▶ EXTRACTED MATERIAL
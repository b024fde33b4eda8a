"""The HDF5 audit file: raw inputs byte for byte, the recipe, every step and the final tables.

Layout (format ``vzero-audit``, version :data:`FORMAT_VERSION`; documented in docs/audit-format.md)::

    /                       attrs: format, format_version, vzero_version, created (UTC ISO 8601),
                            recipe_text, recipe_sha256, recipe_name, versions (JSON), plugins (JSON),
                            warnings (JSON), derived_from (JSON, reruns only)
    /inputs/<NN>            one raw input file as uint8; attrs: name, key, plates (JSON), sha256, size
    /layouts/<plate>        the expanded plate layout (a table)
    /steps/<NN-kind-method>/ attrs: parameters (JSON, as written), settings (JSON), plugin, distribution,
                            version, started (UTC), seconds, warnings (JSON)
        <plate>/...         per-plate outputs (traces: time, signal, mask, saturated; tables)
        pooled/...          outputs of pooled steps
    /results/<table>        final tables (rates, fits, ...)

A table is a group with one dataset per column (numbers as float64/int64/bool, text as UTF-8 strings), the
column order in the group attribute ``columns`` (JSON), the units in the group attribute ``units`` (JSON, in
column order) and a checksum of its stored content in the group attribute ``sha256`` (see
:func:`table_sha256`; checked by ``vzero verify``). No pickle anywhere: every value is a plain HDF5 type any
reader understands.

Format history: 1.0 first version; 1.1 adds ``sha256`` on tables and the root attributes ``assay``,
``exclusions`` and ``overrides`` (JSON); 1.2 moves column units to the table's ``units`` attribute (columns
carry no attributes) and stores text columns as fixed-length UTF-8 strings. A reader of 1.x reads every 1.y.
"""

from __future__ import annotations
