"""A shared check for the batched least-squares models of the rate methods: the analytic Jacobian a model
returns against central differences of its own values (an independent computation of the derivatives)."""

from __future__ import annotations

import numpy as np
from vzero.plugins.kinetics import lsq


def assert_jacobian_matches_central_differences(model: lsq.Model, params: np.ndarray, step: float = 1e-6,
                                                rel: float = 1e-6) -> None:
    """Every column of ``model``'s Jacobian at ``params [wells, p]`` within ``rel`` of the column's largest
    entry of the central difference with ``step`` in that parameter."""
    rows = np.arange(params.shape[0])
    _, jac = model(params, rows)
    for k in range(params.shape[1]):
        d = np.zeros_like(params)
        d[:, k] = step
        num = (model(params + d, rows)[0] - model(params - d, rows)[0]) / (2 * step)
        assert np.max(np.abs(num - jac[:, k])) <= rel * np.max(np.abs(jac[:, k]))
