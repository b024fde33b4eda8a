"""The worked examples in DEVELOPERS.md run as written: the fit model of "Adding a fit model" passes the
conformance kit and is fitted, compared and turned into kcat like a built-in model."""

from __future__ import annotations

import re
import types
from pathlib import Path

import numpy as np
import pandas as pd
import pytest
from vzero.data import Table
from vzero.params import validate
from vzero.plugins import fit as fit_plugin
from vzero.plugins.fit.stage import FitStage
from vzero.registry import Registry
from vzero.stage import StageInput
from vzero.testing import check_model

GUIDE = Path(__file__).resolve().parents[1] / "DEVELOPERS.md"


def _example(after: str) -> types.ModuleType:
    text = GUIDE.read_text("utf-8")
    section = text[text.index(after):]
    code = re.search(r"```python\n(.*?)```", section, re.S)
    assert code is not None, f"no python block after {after!r}"
    module = types.ModuleType("guide_example")
    exec(compile(code.group(1), str(GUIDE), "exec"), module.__dict__)  # our own document, not received data
    return module


def test_the_guide_s_fit_model_passes_the_kit_and_fits_like_a_built_in() -> None:
    lab = _example("## Adding a fit model")
    model = lab.BACKGROUND_MM
    # invented data: Vmax 10 uM/min, Km 40 uM, background 0.5 uM/min, seeded noise of SD 0.05
    rng = np.random.default_rng(5)
    s = np.repeat(np.geomspace(5, 400, 9), 3)
    v = 10 * s / (40 + s) + 0.5 + 0.05 * rng.standard_normal(s.size)
    check_model(model, {"substrate": s}, v)

    reg = Registry()
    fit_plugin.vzero_register(reg)
    lab.vzero_register(reg)
    frame = pd.DataFrame({"plate": "P1", "well": [f"A{k}" for k in range(s.size)], "group": "g", "role": "sample",
                          "substrate": s, "inhibitor": np.nan, "enzyme": 10.0, "rate": v, "flags": ""})
    values, problems = validate(FitStage.params, {"models": ["michaelis-menten", "mm-background"]})
    assert not problems
    data = StageInput({"rates": Table(frame, {"rate": "uM/min", "substrate": "uM", "enzyme": "nM"})}, None, {},
                      {}, reg, lambda _: None)
    fits = FitStage(**values).run(data).artifacts["fits"].frame
    mine = fits[fits.model == "mm-background"].set_index("parameter")["estimate"]
    assert mine["Vmax"] == pytest.approx(10, rel=0.05)
    assert mine["Km"] == pytest.approx(40, rel=0.15)
    assert mine["c"] == pytest.approx(0.5, abs=0.15)
    # kcat from the model's declared limiting rate: Vmax / [E] = 10 uM/min / 10 nM = 1000/min = 16.7/s
    assert mine["kcat"] == pytest.approx(mine["Vmax"] / 10e-3 / 60, rel=1e-9)
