"""The survivor classifier of ``bench.mutate --effect``: its output comparison, line tracer and verdicts.

Cheap checks of the machinery only (a full mutation run is on demand, never in CI): :func:`compare` on
hand-made outputs at and either side of its tolerance, :class:`LineTracer` on a toy module written here,
and :func:`effect_verdict` with the battery's process replaced by fixed outputs.
"""

from __future__ import annotations

import importlib.util
import math
import sys
from pathlib import Path

import pytest

from bench import mutate as mu
from bench.effect_battery import ABS_FLOOR, REL_TOL, LineTracer, compare


def test_identical_outputs_do_not_differ() -> None:
    out = {"a": [1.0, float("nan"), "x", 3, True, None], "b": []}
    assert compare(out, {k: list(v) for k, v in out.items()}) == {}


def test_floats_differ_beyond_the_relative_tolerance_only() -> None:
    base = {"v0": [1.0, 2.0]}
    assert compare(base, {"v0": [1.0 + 0.5 * REL_TOL, 2.0]}) == {}  # inside
    got = compare(base, {"v0": [1.0, 2.0 * (1 + 4 * REL_TOL)]})  # outside: reported with its size
    assert list(got) == ["v0"]
    assert got["v0"] == pytest.approx(4 * REL_TOL / (1 + 4 * REL_TOL), rel=1e-6)
    assert compare({"x": [0.25 * ABS_FLOOR]}, {"x": [-0.5 * ABS_FLOOR]}) == {}  # both below the floor
    assert compare({"x": [0.0]}, {"x": [2 * ABS_FLOOR]}) == {"x": 1.0}  # not below it


@pytest.mark.parametrize(("a", "b"), [(1, 2), (float("nan"), 1.0), ("flag", "flags"), (1.0, math.inf),
                                      (True, 1), (None, 0.0)])
def test_exact_kinds_differ_on_any_change(a: object, b: object) -> None:
    # flags and counts (ints), texts, NaN and infinity, bool against int, a missing value: exactly
    assert compare({"k": [a]}, {"k": [b]}) == {"k": math.inf}


def test_missing_keys_and_lengths_differ() -> None:
    assert compare({"a": [1.0], "b": [2.0]}, {"a": [1.0]}) == {"b": math.inf}
    assert compare({"a": [1.0]}, {"a": [1.0, 1.0]}) == {"a": math.inf}


TOY = '''\
LIMIT = 3


def sign(x):
    if x > LIMIT:
        return 1
    return -1
'''


def test_line_tracer_sees_the_lines_that_ran_and_only_those(tmp_path: Path) -> None:
    path = tmp_path / "toy_effect_module.py"
    path.write_text(TOY, encoding="utf-8")
    tracer = LineTracer({str(path): {1, 6, 7}})  # the constant, the taken branch's return, the other one
    spec = importlib.util.spec_from_file_location("toy_effect_module", path)
    assert spec is not None
    assert spec.loader is not None
    mod = importlib.util.module_from_spec(spec)
    with tracer.active():
        spec.loader.exec_module(mod)  # module-level line 1 runs here
        assert mod.sign(1) == -1  # line 7, not line 6
    assert tracer.reached() == [f"{path}:1", f"{path}:7"]
    assert sys.gettrace() != tracer._global  # the tracer is removed after (bound methods compare by ==)
    with tracer.active():
        assert mod.sign(5) == 1
    assert tracer.reached() == [f"{path}:1", f"{path}:6", f"{path}:7"]


def _baseline(outputs: dict, reached: set[str], unstable: set[str] = frozenset()) -> mu.EffectBaseline:
    base = mu.EffectBaseline.__new__(mu.EffectBaseline)
    base.outputs, base.reached, base.unstable = outputs, reached, set(unstable)
    return base


@pytest.fixture
def fake_battery(monkeypatch: pytest.MonkeyPatch) -> dict:
    """Replaces the copy and the battery's process: the mutant's outputs are whatever the test puts here."""
    got: dict = {}

    def copy_tree(dest: Path) -> None:
        (dest / "vzero" / "plugins" / "fit").mkdir(parents=True)

    monkeypatch.setattr(mu, "_copy_tree", copy_tree)
    monkeypatch.setattr(mu, "_battery", lambda copy, out, trace, timeout: got)
    return got


def test_verdicts(fake_battery: dict) -> None:
    m = mu.mutants("plugins/fit/compare.py")[0]
    site = f"vzero/plugins/fit/compare.py:{m.line}"
    base = {"v0": [1.0, 2.0], "noisy": [0.5]}
    fake_battery.update(outputs={"v0": [1.0, 2.0 * (1 + 1e-12)], "noisy": [0.7]}, reached=[])
    # a difference only in an output that two unmutated runs did not reproduce does not count
    assert mu.effect_verdict(m, _baseline(base, {site}, {"noisy"}), 10.0) == (mu.NO_EFFECT, {})
    assert mu.effect_verdict(m, _baseline(base, set(), {"noisy"}), 10.0) == (mu.NOT_REACHED, {})
    fake_battery.update(outputs={"v0": [1.0, 2.2], "noisy": [0.5]})
    verdict, diffs = mu.effect_verdict(m, _baseline(base, {site}), 10.0)
    assert verdict == "changes outputs by 0.0909 (open)"
    assert list(diffs) == ["v0"]
    fake_battery.clear()
    fake_battery.update(error="timeout")
    assert mu.effect_verdict(m, _baseline(base, {site}), 10.0)[0].endswith("(open)")


def test_score_counts_no_effect_survivors_as_equivalent() -> None:
    results = [mu.Mutant("m.py", i, 0, "x", i, outcome) for i, outcome in
               enumerate(["killed"] * 8 + ["killed (timeout)", "invalid", "survived", "survived"])]
    records = [{"effect": mu.NO_EFFECT}, {"effect": "changes outputs by 0.5 (open)"}]
    assert mu.score(results, records) == ("strict: 9 of 11 killed (81.8%); no-effect survivors as equivalent: "
                                          "9 of 10 (90.0%; 1 measured without effect)")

▶ DIRECTIONS FOR THIS TASK
Search the material above for "rows". Pull out each line where it shows up.

▶ ANSWER TO THE PROBLEM
    rows = np.arange(params.shape[0])
    _, jac = model(params, rows)
        num = (model(params + d, rows)[0] - model(params - d, rows)[0]) / (2 * step)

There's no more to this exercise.